# JL accessories & misc.



## fordcowboy (Dec 27, 1999)

I made these Resin parts to fit JL tjets. But I also made a hood scoop for a '55 Chevy (AFX). And I'm working on more. 
Later,
Lendell

http://photos.hobbytalk.com/showphoto.php?photo=2795


----------



## micyou03 (Apr 8, 2003)

Nice, the police car looks real cool.


----------



## boss9 (Apr 19, 2002)

Nice stuff there, Cowboy!

It looks as though you have the resin thing figured out.
Keep it up and be sure to post your new parts as you make them.
Thank you! :thumbsup: :thumbsup: 


Cheers..


----------



## TX Street Racer (May 8, 2004)

fordcowboy said:


> I made these Resin parts to fit JL tjets. But I also made a hood scoop for a '55 Chevy (AFX). And I'm working on more.
> Later,
> Lendell
> 
> http://photos.hobbytalk.com/showphoto.php?photo=2795


Lendall, I give you a BIG thumbs up man :thumbsup: Those parts are GREAT......they look really nice. Are these something that you're considering selling in the future?


----------



## roadrner (Jul 21, 1999)

TX Street Racer said:


> Are these something that you're considering selling in the future?

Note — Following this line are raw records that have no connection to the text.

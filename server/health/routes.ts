import { Router } from 'express';
import type { Knex } from 'knex';

export function createHealthRouter({ db }: { db: Knex }): Router {
  const router = Router();

  // Load balancers poll this; it answers without a session and says whether the database is up.
  router.get('/api/health', async function health(_req, res) {
    const started = process.hrtime.bigint();
    try {
      await db.raw('select 1').timeout(2000, { cancel: true });
      const latencyMs = Number(process.hrtime.bigint() - started) / 1e6;
      res.json({
        status: 'ok',
        database: { status: 'up', latencyMs: Math.round(latencyMs * 10) / 10 },
      });
    } catch {
      res.status(503).json({ status: 'degraded', database: { status: 'down' } });
    }
  });

  return router;
}
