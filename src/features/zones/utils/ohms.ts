/** Formats a resistance as engineers say it: 470 Ω, 2.2 kΩ, 6.9 kΩ, 1.5 MΩ. */
export function formatOhms(ohms: number): string {
  if (ohms >= 1_000_000) return `${Number((ohms / 1_000_000).toPrecision(3))} MΩ`;
  if (ohms >= 1_000) return `${Number((ohms / 1_000).toPrecision(3))} kΩ`;
  return `${Math.round(ohms)} Ω`;
}

const multipliers: Record<string, number> = { r: 1, k: 1_000, m: 1_000_000 };

// Resistor code as printed on drawings and bags (IEC 60062): the letter stands for the decimal
// point and the multiplier, so 2k2 is 2.2 kΩ and 470R is 470 Ω.
const resistorCode = /^(\d*)([rkm])(\d*)$/i;
const withUnit = /^(\d+(?:\.\d+)?)\s*([km])?\s*(?:Ω|ohms?)?$/i;

/**
 * Reads a resistor value typed as ohms ("2200") or in resistor code ("2k2", "4K7", "470R",
 * "2.2k"). Empty means not recorded (null); anything unreadable comes back as NaN so the shared
 * schema explains what to type.
 */
export function parseOhms(value: unknown): number | null {
  if (value === null || value === undefined) return null;
  if (typeof value === 'number') return value;
  // Commas are read as thousands separators ("2,200"), as written in the UK.
  const text = String(value).trim().replace(/,/g, '');
  if (text === '') return null;

  const code = resistorCode.exec(text);
  if (code && (code[1] || code[3])) {
    const [, whole = '', letter = 'r', fraction = ''] = code;
    const multiplier = multipliers[letter.toLowerCase()] ?? 1;
    // Rounded to the milliohm only to drop floating-point noise (2.2 × 1000); whether a value
    // is whole ohms is for the schema to say.
    return Math.round(Number(`${whole || '0'}.${fraction || '0'}`) * multiplier * 1000) / 1000;
  }
  const plain = withUnit.exec(text);
  if (plain) {
    const [, amount = '', prefix] = plain;
    const multiplier = prefix ? (multipliers[prefix.toLowerCase()] ?? 1) : 1;
    return Math.round(Number(amount) * multiplier * 1000) / 1000;
  }
  return Number.NaN;
}
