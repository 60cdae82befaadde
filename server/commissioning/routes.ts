import { Router } from 'express';
import type { Knex } from 'knex';
import { actorOf } from '../audit/actor';
import { siteEngineering } from '../engineering/site-engineering';
import { parseRequest } from '../http/validate';
import { requireSiteRelation, siteAccessOf, STAFF_WRITERS } from '../sites/access';
import { sitingCheckInputSchema, systemTestInputSchema, walkTestInputSchema } from './schema';
import {
  commissioningOverview,
  preIssueCheck,
  recordSitingCheck,
  recordSystemTest,
  recordWalkTest,
} from './service';

/** JSON has no infinity: open-ended bands and open readings travel as null. */
function withoutInfinity<T>(value: T): T {
  return JSON.parse(
    JSON.stringify(value, (_key, item) => (item === Number.POSITIVE_INFINITY ? null : item)),
  ) as T;
}

export function createCommissioningRouter({ db }: { db: Knex }): Router {
  const router = Router();
  const installerStaff = requireSiteRelation(db, ...STAFF_WRITERS);

  router.get(
    '/api/sites/:siteId/engineering',
    installerStaff,
    async function engineering(req, res) {
      res.json(withoutInfinity({ engineering: await siteEngineering(db, siteAccessOf(req).id) }));
    },
  );

  router.get(
    '/api/sites/:siteId/commissioning',
    installerStaff,
    async function commissioning(req, res) {
      res.json(withoutInfinity(await commissioningOverview(db, siteAccessOf(req).id)));
    },
  );

  router.get('/api/sites/:siteId/pre-issue-check', installerStaff, async function check(req, res) {
    res.json(await preIssueCheck(db, siteAccessOf(req).id));
  });

  router.post('/api/sites/:siteId/walk-tests', installerStaff, async function walkTest(req, res) {
    const input = parseRequest(walkTestInputSchema, req.body, 'body');
    const { created, walkTest: recorded } = await recordWalkTest(
      db,
      siteAccessOf(req),
      input,
      actorOf(req),
    );
    res.status(created ? 201 : 200).json(recorded);
  });

  router.post(
    '/api/sites/:siteId/siting-checks',
    installerStaff,
    async function sitingCheck(req, res) {
      const input = parseRequest(sitingCheckInputSchema, req.body, 'body');
      const result = await recordSitingCheck(db, siteAccessOf(req), input, actorOf(req));
      res.status(result.created ? 201 : 200).json(result);
    },
  );

  router.post(
    '/api/sites/:siteId/system-tests',
    installerStaff,
    async function systemTest(req, res) {
      const input = parseRequest(systemTestInputSchema, req.body, 'body');
      const result = await recordSystemTest(db, siteAccessOf(req), input, actorOf(req));
      res.status(result.created ? 201 : 200).json(result);
    },
  );

  return router;
}
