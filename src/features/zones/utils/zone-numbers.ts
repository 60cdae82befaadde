const HIGHEST_ZONE_NUMBER = 999;

/**
 * The first zone number above `after` that no row uses yet, wrapping round to the lowest free
 * number if the top of the range is full. Rows whose number is still being typed are ignored.
 */
export function nextFreeZoneNumber(numbers: readonly unknown[], after: number): number {
  const used = new Set(
    numbers.filter(
      (value): value is number => typeof value === 'number' && Number.isInteger(value),
    ),
  );
  for (let candidate = Math.max(1, after + 1); candidate <= HIGHEST_ZONE_NUMBER; candidate += 1) {
    if (!used.has(candidate)) return candidate;
  }
  for (let candidate = 1; candidate <= HIGHEST_ZONE_NUMBER; candidate += 1) {
    if (!used.has(candidate)) return candidate;
  }
  return HIGHEST_ZONE_NUMBER;
}
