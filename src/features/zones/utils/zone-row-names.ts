/** How a row is named in its buttons: by its zone number, or by its row while that is blank. */
export function zoneRowName(number: unknown, row: number): string {
  return typeof number === 'number' && Number.isInteger(number)
    ? `zone ${number}`
    : `the zone in row ${row}`;
}

/** What a zone row's ids start with: "zone-<key>-heading" (see `editableRowIds`). */
export const ZONE_ROW_KIND = 'zone';

/** The same name at the start of a sentence, for announcements. */
export function zoneRowSentenceName(number: unknown, row: number): string {
  const name = zoneRowName(number, row);
  return name.charAt(0).toUpperCase() + name.slice(1);
}
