"""A small locator picture for the spots page: where the spots (and the offshore sources) lie relative
to each other, drawn from their positions alone (no map tiles, no coastline).

Positions are projected onto a local plane about the centre of the group (equirectangular:
x = R Δλ cos φ0, y = R Δφ, mean Earth radius 6371.0088 km, IUGG). Over the tens of kilometres a
group of spots spans the distortion is far below a pixel. Each spot is a numbered circle with a short
tick toward the direction it faces; sources are squares. A north arrow and a scale bar are drawn.
"""

from __future__ import annotations

import math
from collections.abc import Sequence
from dataclasses import dataclass

from app.formats._svg import INK, MUTED, esc, num, text

__all__ = ["Place", "locator_svg"]

EARTH_RADIUS_KM = 6371.0088
WIDTH, HEIGHT = 420, 300
_PAD = 42.0


@dataclass(frozen=True)
class Place:
    label: str
    latitude: float
    longitude: float
    kind: str = "spot"  # spot | source
    faces_deg: float | None = None
    number: int | None = None


def _nice_km(span_km: float) -> float:
    raw = max(span_km, 1e-6) / 4
    mag = 10 ** math.floor(math.log10(raw))
    return next(m * mag for m in (1, 2, 5, 10) if m * mag >= raw)


def _merge_colocated(places: Sequence[Place]) -> list[Place]:
    """Sources at (almost) the same position share one square and one label (`2 sources: a, b`)."""
    out: list[Place] = []
    groups: dict[tuple[float, float], list[Place]] = {}
    for p in places:
        if p.kind != "source":
            out.append(p)
            continue
        groups.setdefault((round(p.latitude, 3), round(p.longitude, 3)), []).append(p)
    for group in groups.values():
        first = group[0]
        label = first.label if len(group) == 1 else f"{len(group)} sources"
        out.append(Place(label, first.latitude, first.longitude, kind="source"))
    return out


def locator_svg(places: Sequence[Place], *, title: str = "Where the spots are") -> str:
    """An inline SVG element (no XML declaration) of `places`, with a <title> and <desc>."""
    if not places:
        return ""
    named = list(places)
    places = _merge_colocated(places)
    lat0 = sum(p.latitude for p in places) / len(places)
    lon0 = sum(p.longitude for p in places) / len(places)
    k = math.pi / 180 * EARTH_RADIUS_KM
    pts = [((p.longitude - lon0) * k * math.cos(math.radians(lat0)), (p.latitude - lat0) * k) for p in places]
    xs, ys = [x for x, _ in pts], [y for _, y in pts]
    span = max(max(xs) - min(xs), max(ys) - min(ys), 2.0)  # at least 2 km across
    cx, cy = (max(xs) + min(xs)) / 2, (max(ys) + min(ys)) / 2
    scale = min(WIDTH - 2 * _PAD - 110, HEIGHT - 2 * _PAD) / span  # px per km; room for labels on the right
    px = lambda x: _PAD + 20 + (WIDTH - 2 * _PAD - 110) / 2 + (x - cx) * scale  # noqa: E731
    py = lambda y: HEIGHT / 2 - (y - cy) * scale  # noqa: E731

    body = [f'<rect x="0.5" y="0.5" width="{WIDTH - 1}" height="{HEIGHT - 1}" fill="#ffffff" stroke="{MUTED}"/>']
    for p, (x, y) in zip(places, pts, strict=True):
        X, Y = px(x), py(y)
        if p.kind == "source":
            body.append(f'<rect x="{num(X - 5)}" y="{num(Y - 5)}" width="10" height="10" fill="#ffffff" '
                        f'stroke="{INK}" stroke-width="1.5"/>')
            body.append(text(X, Y + 19, p.label, size=11, anchor="middle", fill=MUTED, halo=True))
            continue
        if p.faces_deg is not None:
            a = math.radians(p.faces_deg)
            body.append(f'<line x1="{num(X)}" y1="{num(Y)}" x2="{num(X + 22 * math.sin(a))}" '
                        f'y2="{num(Y - 22 * math.cos(a))}" stroke="{INK}" stroke-width="2"/>')
        body.append(f'<circle cx="{num(X)}" cy="{num(Y)}" r="9" fill="{INK}"/>')
        if p.number is not None:
            body.append(text(X, Y + 4, str(p.number), size=11, anchor="middle", weight="bold", fill="#ffffff"))
        body.append(text(X + 13, Y - 8, p.label, size=12, halo=True))

    # north arrow and scale bar
    body.append(f'<path d="M{WIDTH - 30},22 l7,18 l-7,-5 l-7,5 Z" fill="{INK}"/>')
    body.append(text(WIDTH - 30, 54, "N", size=11, anchor="middle", weight="bold"))
    km = _nice_km(span)
    bar = km * scale
    y = HEIGHT - 18
    body.append(f'<path d="M{_PAD},{y - 5} v5 h{num(bar)} v-5" fill="none" stroke="{INK}" stroke-width="1.5"/>')
    body.append(text(_PAD + bar + 6, y, f"{km:g} km", size=11))
    spots = [p for p in named if p.kind == "spot"]
    sources = [p for p in named if p.kind == "source"]
    desc = (f"{len(spots)} spot(s) and {len(sources)} offshore source(s), by latitude and longitude "
            f"(no coastline drawn): " + "; ".join(f"{p.label} at {p.latitude:.4f}, {p.longitude:.4f}" for p in named)
            + f". Scale bar {km:g} km; north is up.")
    return (f'<svg xmlns="http://www.w3.org/2000/svg" viewBox="0 0 {WIDTH} {HEIGHT}" width="{WIDTH}" '
            f'height="{HEIGHT}" role="img" aria-labelledby="locator-title locator-desc" class="locator" '
            f'font-family="DejaVu Sans, Verdana, Arial, sans-serif">'
            f'<title id="locator-title">{esc(title)}</title><desc id="locator-desc">{esc(desc)}</desc>'
            + "".join(body) + "</svg>")
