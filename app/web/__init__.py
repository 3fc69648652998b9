"""Server-rendered pages for forecasters and lifeguards over the same services as the JSON API:
Jinja2 templates, one stylesheet, one small script (the board's refresh), all served by shoalcast.

`install(app)` adds the page routes and the static files to the FastAPI app.
"""

from __future__ import annotations

from fastapi import FastAPI
from starlette.staticfiles import StaticFiles

__all__ = ["install"]


def install(app: FastAPI) -> None:
    from app.web.pages import router
    from app.web.render import STATIC_DIR

    app.include_router(router)
    app.mount("/static", StaticFiles(directory=STATIC_DIR), name="static")
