# Two commands get a newcomer going: `make demo` and `make test`.
PY ?= python3
VENV ?= .venv
BIN := $(VENV)/bin
DEMO_ARGS ?=
PYTEST_ARGS ?=

.PHONY: install test lint demo bench openapi clean

$(VENV)/.installed: pyproject.toml
	test -x $(BIN)/python || $(PY) -m venv $(VENV)
	$(BIN)/python -m pip install -q --upgrade pip
	$(BIN)/python -m pip install -q -e '.[test]'
	touch $@

install: $(VENV)/.installed

lint: install
	$(BIN)/ruff check app models tests bench migrations

test: lint
	$(BIN)/python -m pytest $(PYTEST_ARGS)

demo: install
	$(BIN)/shoalcast demo $(DEMO_ARGS)

# The API benchmark drives wrk (a C load generator; Debian package wrk): installed when missing.
bench: install
	command -v wrk >/dev/null 2>&1 || (apt-get update -qq && DEBIAN_FRONTEND=noninteractive apt-get install -y -qq wrk >/dev/null) || \
		echo "bench: could not install wrk (the api benchmark will fail)" >&2
	$(BIN)/python -m bench.run $(BENCH_ARGS)

openapi: install
	$(BIN)/shoalcast openapi > openapi.json

clean:
	rm -rf var build *.egg-info .pytest_cache .ruff_cache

Yeah, what Tex said...........inquiring minds want to know.  rr


----------



## AfxToo (Aug 29, 2003)

Nice job indeed. If you're looking to branch out into other parts I'd like to see a replacement wing for the AFX Charger Daytona and a low profile hood scoop/bulge to cover the hole created from the removal of the JL F&F Charger blower.


----------



## jack0fall (Sep 8, 2004)

Hey there FC, All I have to say is "How soon, How much".  The scoops are super looking... I know I am gonna have to re-think just what bodies I can soup up now.... Great Job....:thumbsup:


Jeff


----------



## fordcowboy (Dec 27, 1999)

AFXToo or anyone else interested:
Give me an idea of the hood scoop or a picture. Or tell me what car to go look at on ebay. 
I'll have a plug for that charger in about 30 minutes if all goes well.

Thanks,
Fordcowboy


----------



## AfxToo (Aug 29, 2003)

As far as a hood scoop goes, anything that looks better than the silly blower would work for me. I was thinking something like the old Mopar fiberglass 6-pack scoop. Here's a Charger of the same vintage with the 6-pack hood scoop that looks decent:

http://www.houstonmopars.org/thames.html
http://www.mopartsracing.com/parts/tools.html


----------



## fordcowboy (Dec 27, 1999)

Ok, here's better pics. '55 AFX Hood scoop, Custom hood scoop on the Camaro, on the top of the Camaro is the hood scoop that came on the JL Vega, rear wing for AFX Shadow, & the plug for the JL Charger.

http://photos.hobbytalk.com/showpho...8459e64248cc&sort=1&size=medium&cat=500&page=
http://photos.hobbytalk.com/showphoto.php?photo=2818


----------



## TX Street Racer (May 8, 2004)

fordcowboy said:


> Ok, here's better pics. '55 AFX Hood scoop, Custom hood scoop on the Camaro, on the top of the Camaro is the hood scoop that came on the JL Vega, rear wing for AFX Shadow, & the plug for the JL Charger.
> 
> http://photos.hobbytalk.com/showpho...8459e64248cc&sort=1&size=medium&cat=500&page=
> http://photos.hobbytalk.com/showphoto.php?photo=2818


Hey Lendall, it's hard to tell from the pic, but does that Charger hood plug continue the ridge that's on the front of the hood?? This would definately help keep the hood flowing nice....I just couldn't tell from the pic.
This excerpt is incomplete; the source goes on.